If Kinesis Data Firehose is not able to parse data records in your delivery stream or it fails to extract the specified partitioning keys, or to evaluate the expressions included in the S3 prefix value, these data records are delivered to the S3 error bucket prefix that you must specify when you create the delivery stream where you enable dynamic partitioning. The S3 error bucket prefix contains all the records that Kinesis Data Firehose is not able to deliver to the specified S3 destination. These records are organized based on the error type. Along with the record, the delivered object also includes information about the error to help understand and resolve the error.

You MUST specify an S3 error bucket prefix for a delivery stream if you want to enable dynamic partitioning for this delivery stream. If you don't want to enable dynamic partitioning for a delivery stream, specifying an S3 error bucket prefix is optional.

Data buffering and dynamic partitioning

Amazon Kinesis Data Firehose buffers incoming streaming data to a certain size and for a certain period of time before delivering it to the specified destinations.

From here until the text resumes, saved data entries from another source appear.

template <class T>
void kinetic_sweep(long samples, unsigned long long seed) {
  // Masses such that E - m stays a normal number for |p| / m down to 1e-12 and E finite for
  // |p| / m up to 1e12.
  const long double m_lo = std::max(1e-280L, static_cast<long double>(std::numeric_limits<T>::min()) * 1e26L);
  const long double m_hi = std::min(1e280L, static_cast<long double>(std::numeric_limits<T>::max()) * 1e-14L);
  // Very slow particles: |p| / m down to 1e-60 (1e-15 for float), masses chosen so that
  // E - m ~ |p|^2 / (2m) stays a normal number -- while |p|^2 itself may not be.
  const long double r_lo = std::is_same<T, float>::value ? 1e-15L : 1e-60L;
  const long double t_min = static_cast<long double>(std::numeric_limits<T>::min());
  const char* names[4] = {"slow, |p|/m in [1e-12, 1]", "fast, |p|/m in [1, 1e12]",
                          "massless, |p| over the mass range", "very slow, |p|/m in [r_lo, 1e-12]"};
  std::printf("\n%s kinetic_energy() = E - m, %ld samples per case (ulps; naive = sqrt(m*m + p.p) "
              "- m)\n",
              type_name<T>(), samples);
  draw rng(seed);
  for (int region = 0; region < 4; ++region) {
    stats lib;
    naive_stats naive;
    long naive_zero = 0;
    for (long i = 0; i < samples; ++i) {
      long double ml = rng.log_uniform(m_lo, m_hi);
      long double r = region == 0 ? rng.log_uniform(1e-12L, 1) : rng.log_uniform(1, 1e12L);
      if (region == 3) {
        r = rng.log_uniform(r_lo, 1e-12L);
        ml = rng.log_uniform(std::max(m_lo, 64 * t_min / (r * r)), m_hi);
      }
      const T m = region == 2 ? T(0) : static_cast<T>(ml);
      const vec3<T> p = rng.vector<T>(ml * (region == 2 ? 1 : r));
      const momentum<T> q(m, p);
      const T got = q.kinetic_energy();
      const mpf want = mp_kinetic(m, p);
      if (lib.add(ulps(got, want))) lib.worst = hex(q);
      using std::sqrt;
      const T nv = sqrt(m * m + (p.x * p.x + p.y * p.y + p.z * p.z)) - m;
      if (nv == 0) ++naive_zero;
      using std::isfinite;
      if (!isfinite(nv) || nv <= 0) ++naive.lost;
      else naive.err.add(ulps(nv, want));
    }
    std::printf("  %-38s max %.3f mean %.4f | naive max %.3g mean %.3g, %ld of %ld zero, negative "
                "or not finite (%ld exactly 0)\n",
                names[region], lib.max, lib.mean(), naive.err.max, naive.err.mean(), naive.lost,
                samples, naive_zero);
    INFO(type_name<T>(), " kinetic_energy ", names[region], " worst input ", lib.worst);
    CHECK(lib.max <= 1.0);
  }
  // At rest: exactly 0.
  CHECK(momentum<T>(T(3), {T(0), T(0), T(0)}).kinetic_energy() == T(0));
  // A very slow particle at a small scale: m = 2^(min_exponent/3), |p| = m 2^(min_exponent/3):
  // E - m = |p|^2 / (E + m) = m 2^(2 min_exponent/3 - 1) (1 - ...), a normal number whose
  // |p|^2 = m^2 2^(2 min_exponent/3) is far below the normal range.
  {
    using std::ldexp;
    const int k = std::numeric_limits<T>::min_exponent / 3;
    const T m = T(ldexp(T(1), k)), pl = T(ldexp(T(1), 2 * k));
    const momentum<T> q(m, {pl, T(0), T(0)});
    const mpf want = mp_kinetic(m, q.p());
    INFO(type_name<T>(), " very slow particle: mass ", hex(m), " p ", hex(q.p()), " kinetic_energy ",
         hex(q.kinetic_energy()));
    CHECK(ulps(q.kinetic_energy(), want) <= 1.0);
  }
  CHECK(momentum<T>().kinetic_energy() == T(0));
}

TEST_CASE("kinetic_energy(): within 1 ulp of MPFR for slow and fast particles (double)") {
  ez_test::set_frames_bits(reference_bits);
  kinetic_sweep<double>(sample_count(40000), 201);
}

// =============================================================================================
// speed()
// =============================================================================================

template <class T>
void speed_sweep(long samples, unsigned long long seed) {
  const long double u_max = ranges<T>::u_max(), span = ranges<T>::m_span();
  std::printf("\n%s speed() views against the exact proper speed |p| / m, %ld samples (ulps)\n",
              type_name<T>(), samples);
  draw rng(seed);
  stats st[ez_test::n_views];
  for (long i = 0; i < samples; ++i) {
    // A third near u = 1, a third slow or fast over the whole range, a third with one
    // momentum component only (the norm is then exact).
    const int region = rng.pick(3);
    const long double u = region == 0 ? rng.log_uniform(1e-2L, 1e2L) : rng.log_uniform(1 / u_max, u_max);
    const long double ml = rng.log_uniform(1 / span, span);
    const T m = static_cast<T>(ml);
    vec3<T> p = rng.vector<T>(u * ml);
    if (region == 2) p = {T(0), static_cast<T>(rng.sign() * u * ml), T(0)};
    const momentum<T> q(m, p);
    const speed<T> s = q.speed();
    T got[ez_test::n_views];
    ez_test::views_of(s, got);
    mpf want[ez_test::n_views];
    mp_views_from_proper_speed(sqrt(mp_norm2(p)) / mpf(m), want);
    for (int v = 0; v < ez_test::n_views; ++v)
      if (st[v].add(ulps(got[v], want[v]))) st[v].worst = hex(q);
  }
  for (int v = 0; v < ez_test::n_views; ++v) {
    std::printf("  %-18s max %.3f mean %.4f  worst input %s\n", ez_test::view_name(v), st[v].max,
                st[v].mean(), st[v].worst.c_str());
    INFO(type_name<T>(), " speed().", ez_test::view_name(v), " worst input ", st[v].worst);
    CHECK(st[v].max <= 2.0);
  }
  // At rest: beta = 0, gamma = 1 exactly.
  const speed<T> rest = momentum<T>(T(2), {T(0), T(0), T(0)}).speed();
  CHECK(rest.beta() == T(0));
  CHECK(rest.gamma() == T(1));
  CHECK(rest.gamma_m1() == T(0));
}

TEST_CASE("speed(): every view within 2 ulp of MPFR from the exact proper speed (double)") {
  ez_test::set_frames_bits(reference_bits);
  speed_sweep<double>(sample_count(40000), 301);
}

TEST_CASE("speed() of a massless particle is a domain error through the policy") {
  const momentum<double> photon(0.0, {1.0, 2.0, 3.0});
  // momentum::speed() names itself and the mass 0.
  ez_test::check_all_policies("momentum<double>::speed", "mass = 0",
                              [&](auto pol) { return photon.speed(pol).beta(); });
  ez_test::check_all_policies("momentum<double>::speed", "mass = 0",
                              [&](auto pol) { return photon.speed(pol).gamma(); });
}

// =============================================================================================
// velocity(), to_four_vector(), from_four_vector()
// =============================================================================================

You can configure the buffer size and the buffer interval while creating new delivery streams or update the buffer size and the buffer interval on your existing delivery streams. A buffer size is measured in MBs and a buffer interval is measured in seconds.

For a delivery stream where data partitioning is enabled, Kinesis Data Firehose creates one buffer per each partition in run time based on the record payload. For a delivery stream where data partitioning is enabled, the buffer size ranges from 64MB to 128MB, with the default set to 128MB, and the buffer interval ranges from 60 seconds to 900 seconds. A max throughput of 25 MB per second is supported for each active partition.

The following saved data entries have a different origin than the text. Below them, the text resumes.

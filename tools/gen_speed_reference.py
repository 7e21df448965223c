#!/usr/bin/env python3
"""Generate tests/data/speed_reference.hpp, the reference table for speed<T>.

Usage:
    python3 tools/gen_speed_reference.py [--output PATH] [--no-check]

Every row of the table is one construction of a speed from one exact input
(a decimal string that is exactly a binary32 float, so it is exact in float,
double and long double alike) together with all views of that speed.  The
views are evaluated with mpmath at 60 decimal digits from cancellation-free
formulas and printed with 40 significant digits.  Before anything is
written, every row is checked against the plain definition formulas
evaluated at 300 digits (where cancellation cannot reach the printed digits);
a disagreement stops the script.

Definitions (beta in units of c, 0 <= beta < 1):
    gamma = 1/sqrt(1-beta^2)         gamma_m1 = gamma - 1
    inv_gamma = sqrt(1-beta^2)       dilation_fraction = 1 - 1/gamma
    rapidity = atanh(beta)           proper_speed = beta*gamma
    beta_deficit = 1 - beta
    kinetic_energy row: gamma_m1 = kinetic/mass
    momentum row:       proper_speed = momentum/mass

The output is deterministic; only the generation date in the top comment
changes between runs.  Set SOURCE_DATE_EPOCH (seconds since 1970, UTC) to fix
that date too.  No randomness is used.
"""

import argparse
import datetime
import os
import struct
import sys
from decimal import Decimal

import mpmath
from mpmath import mp, mpf

WORK_DPS = 60        # working precision of the reference values
OUT_DIGITS = 40      # significant digits printed
CHECK_DPS = 300      # precision of the independent check
CHECK_REL_TOL = mpf(10) ** -45

mp.dps = WORK_DPS

CTORS = ("beta", "beta_deficit", "gamma", "gamma_m1", "rapidity",
         "proper_speed", "kinetic_energy", "momentum")
VIEWS = ("beta", "beta_deficit", "gamma", "gamma_m1", "inv_gamma",
         "dilation_fraction", "rapidity", "proper_speed")


# --------------------------------------------------------------------------
# binary32 helpers (struct only)

def f32_from_bits(bits):
    return struct.unpack("<f", struct.pack("<I", bits))[0]


def f32_bits(v):
    return struct.unpack("<I", struct.pack("<f", v))[0]


FLT_MAX = f32_from_bits(0x7F7FFFFF)
FLT_MIN = f32_from_bits(0x00800000)          # smallest normal, 2^-126
FLT_TRUE_MIN = f32_from_bits(0x00000001)     # smallest subnormal, 2^-149


def f32_next_up(v):
    """Next binary32 above v, v a non-negative finite binary32 value."""
    return f32_from_bits(f32_bits(v) + 1)


def f32_next_down(v):
    """Next binary32 below v, v a positive finite binary32 value."""
    return f32_from_bits(f32_bits(v) - 1)


def f32_nearest(x):
    """The binary32 value nearest to the mpf x >= 0, or None on overflow.

    The value is rounded through a Python float first and then corrected by
    an exact comparison with its neighbours, so double rounding cannot pick
    a farther float."""
    x = mpf(x)
    if x < 0:
        raise ValueError("negative target")
    try:
        c = struct.unpack("<f", struct.pack("<f", float(x)))[0]
    except OverflowError:
        return None
    cands = [c]
    if c > 0:
        cands.append(f32_next_down(c))
    if c < FLT_MAX:
        cands.append(f32_next_up(c))
    best = min(cands, key=lambda v: (abs(mpf(v) - x), v))
    if mpf(best) > mpf(FLT_MAX):
        return None
    return best


def f32_below_above(x):
    """The binary32 values just below and just above the mpf x (x itself is
    not a binary32 value in the cases used here)."""
    n = f32_nearest(x)
    if mpf(n) < x:
        return n, f32_next_up(n)
    if mpf(n) > x:
        return f32_next_down(n), n
    return f32_next_down(n), f32_next_up(n)


def exact_decimal(v):
    """Exact decimal expansion of a binary (Python float) value."""
    d = Decimal(v)
    if d == 0:
        return "0"
    if Decimal("1e-4") <= abs(d) < Decimal("1e7"):
        s = format(d, "f")
    else:
        s = format(d, "e")
        mant, exp = s.split("e")
        exp = int(exp)
        s = "%se%s%d" % (mant, "-" if exp < 0 else "+", abs(exp))
    return s


def fmt(x):
    """40 significant digits."""
    return mpmath.nstr(x, OUT_DIGITS, strip_zeros=False,
                       min_fixed=-4, max_fixed=7)


# --------------------------------------------------------------------------
# Views at WORK_DPS from cancellation-free formulas.
#
# A state is the tuple (beta, deficit, gamma, gamma_m1, proper_speed), each
# with full relative accuracy.  All remaining views follow without
# cancellation:
#   inv_gamma = 1/gamma, dilation_fraction = gamma_m1/gamma,
#   rapidity = asinh(proper_speed).

def state_from_beta(b):
    d = 1 - b                       # exact: b has at most 24 bits, >= 2^-149
    q = d * (1 + b)                 # 1 - b^2
    sq = mp.sqrt(q)
    g = 1 / sq
    gm1 = b * b / (sq * (1 + sq))   # (1 - sq)/sq with 1 - sq = b^2/(1+sq)
    u = b / sq
    return b, d, g, gm1, u


def state_from_deficit(d):
    b = 1 - d                       # exact at 60 digits for binary32 d
    q = d * (2 - d)
    sq = mp.sqrt(q)
    g = 1 / sq
    gm1 = b * b / (sq * (1 + sq))
    u = b / sq
    return b, d, g, gm1, u


def state_from_gm1(x):
    g = 1 + x
    u = mp.sqrt(x * (x + 2))
    b = u / g
    d = 1 / (g * g * (1 + b))       # 1 - b = (1 - b^2)/(1 + b) = 1/(g^2 (1+b))
    return b, d, g, x, u


def state_from_gamma(g):
    return state_from_gm1(g - 1)    # g - 1 exact at 60 digits for binary32 g


def state_from_proper_speed(u):
    g = mp.sqrt(1 + u * u)
    gm1 = u * u / (g + 1)
    b = u / g
    d = 1 / (g * g * (1 + b))
    return b, d, g, gm1, u


def state_from_rapidity(eta):
    b = mp.tanh(eta)
    g = mp.cosh(eta)
    u = mp.sinh(eta)
    gm1 = 2 * mp.sinh(eta / 2) ** 2
    d = mp.exp(-eta) / g            # 1 - tanh = (cosh - sinh)/cosh
    return b, d, g, gm1, u


def views_from_state(st, rapidity=None):
    b, d, g, gm1, u = st
    return {
        "beta": b,
        "beta_deficit": d,
        "gamma": g,
        "gamma_m1": gm1,
        "inv_gamma": 1 / g,
        "dilation_fraction": gm1 / g,
        "rapidity": mp.asinh(u) if rapidity is None else rapidity,
        "proper_speed": u,
    }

The active partition count is the total number of active partitions within the delivery buffer. For example, if the dynamic partitioning query constructs 3 partitions per second and you have a buffer hint configuration triggering delivery every 60 seconds, then on average you would have 180 active partitions. If Kinesis Data Firehose cannot deliver the data in a partition to a destination, this partition is counted as active in the delivery buffer until it can be delivered.

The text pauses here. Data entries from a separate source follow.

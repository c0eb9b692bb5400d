"""Diffraction hyperbolas: travel times and least-squares fits of picked apex curves.

A point diffractor at depth ``z0`` below the surface position ``x0`` appears on a line as the
hyperbola ``t(x) = (2 / v) sqrt(z0^2 + (x - x0)^2)`` (Yilmaz 2001, Seismic Data Analysis, SEG,
ch. 4), whose apex time is ``t0 = 2 z0 / v``. A round object of radius ``R`` whose top lies at
``z0`` reflects from its surface instead of its centre, which flattens the curve:
``t(x) = (2 / v) [sqrt((z0 + R)^2 + (x - x0)^2) - R]`` (Shihab & Al-Nuaimy 2005, Subsurface
Sensing Technologies and Applications 6:151-166). Fitting either form to picks ``(x, t)``
measures the radar velocity in the ground above the target.

Times are two-way, in ns below time zero; positions are distances along the line, m; velocities
m/ns.
"""

from __future__ import annotations

import dataclasses
import math
from dataclasses import dataclass

import numpy as np
import scipy.optimize
import scipy.stats

from slicer.core.conventions import C_M_PER_NS
from slicer.core.errors import SettingsError
from slicer.core.numbers import real

__all__ = ["HyperbolaFit", "fit_hyperbola", "fit_target", "hyperbola_time"]

#: Largest relative standard error of the velocity that a fit may have and still be reported.
MAX_RELATIVE_VELOCITY_STD = 0.5

_WHERE = "hyperbola picks"


def hyperbola_time(x_m, *, x0: float, t0: float, velocity: float, radius: float = 0.0,
                   delay: float = 0.0, separation: float = 0.0):
    """Two-way time (ns) of a point (``radius = 0``) or round diffractor seen at ``x_m``.

    ``t = (2 / v) [sqrt((z0 + R)^2 + (x - x0)^2) - R]`` with ``z0 = v t0 / 2`` the depth of the
    target's top (Shihab & Al-Nuaimy 2005); ``R = 0`` gives the diffraction hyperbola
    ``t = sqrt(t0^2 + (2 (x - x0) / v)^2)`` (Yilmaz 2001, ch. 4). A round target is a point at
    its centre depth ``c`` seen ``2 R / v`` early, so the general form is
    ``t = d + [sqrt((x - x0 - s/2)^2 + c^2) + sqrt((x - x0 + s/2)^2 + c^2)] / v`` with the
    time offset ``d = delay - 2 R / v`` and antennas ``s`` apart (common-offset geometry, from
    memory), ``c`` following from the apex time ``t0 = d + 2 sqrt(c^2 + s^2/4) / v``.

    Parameters
    ----------
    x_m : array_like
        Antenna positions (the midpoint of the pair) along the line, m.
    x0 : float
        Position of the apex along the line, m.
    t0 : float
        Two-way time of the apex, ns.
    velocity : float
        Radar velocity above the target, m/ns.
    radius : float
        Target radius, m.
    delay : float
        Constant time offset of the whole curve, ns (a time-zero error or pick delay).
    separation : float
        Transmitter-receiver separation, m.

    Returns
    -------
    numpy.ndarray
        Two-way times, ns, shaped like ``x_m``.
    """
    d = np.asarray(x_m, dtype=float) - x0
    offset = delay - 2.0 * radius / velocity
    h = separation / 2.0
    centre = np.sqrt(max((velocity * (t0 - offset) / 2.0) ** 2 - h * h, 0.0))
    return offset + (np.sqrt((d - h) ** 2 + centre ** 2) + np.sqrt((d + h) ** 2 + centre ** 2)
                     ) / velocity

When dynamic partitioning on a delivery stream is enabled, there is a limit of 500 active partitions that can be created for that delivery stream. You can use the Amazon Kinesis Data Firehose Limits form to request an increase of this quota. A new partition is created when an S3 prefix is evaluated to a new value based on the record data fields and the S3 prefix expressions. A new buffer is created for each active partition. Every subsequent record with the same evaluated S3 prefix is delivered to that buffer. Once the buffer meets the buffer size limit or the buffer time interval, Amazon Kinesis Data Firehose creates an object with the buffer data and delivers it to the specified Amazon S3 prefix. Once the object is delivered, the buffer for that partition and the partition itself are deleted and removed from the active partitions count. Amazon Kinesis Data Firehose delivers each buffer data as a single object once the buffer size or interval are met for each partition separately. Once the number of active partitions reaches the limit of 500 per deliver stream, the rest of the records in the delivery stream are delivered to the specified S3 error bucket prefix.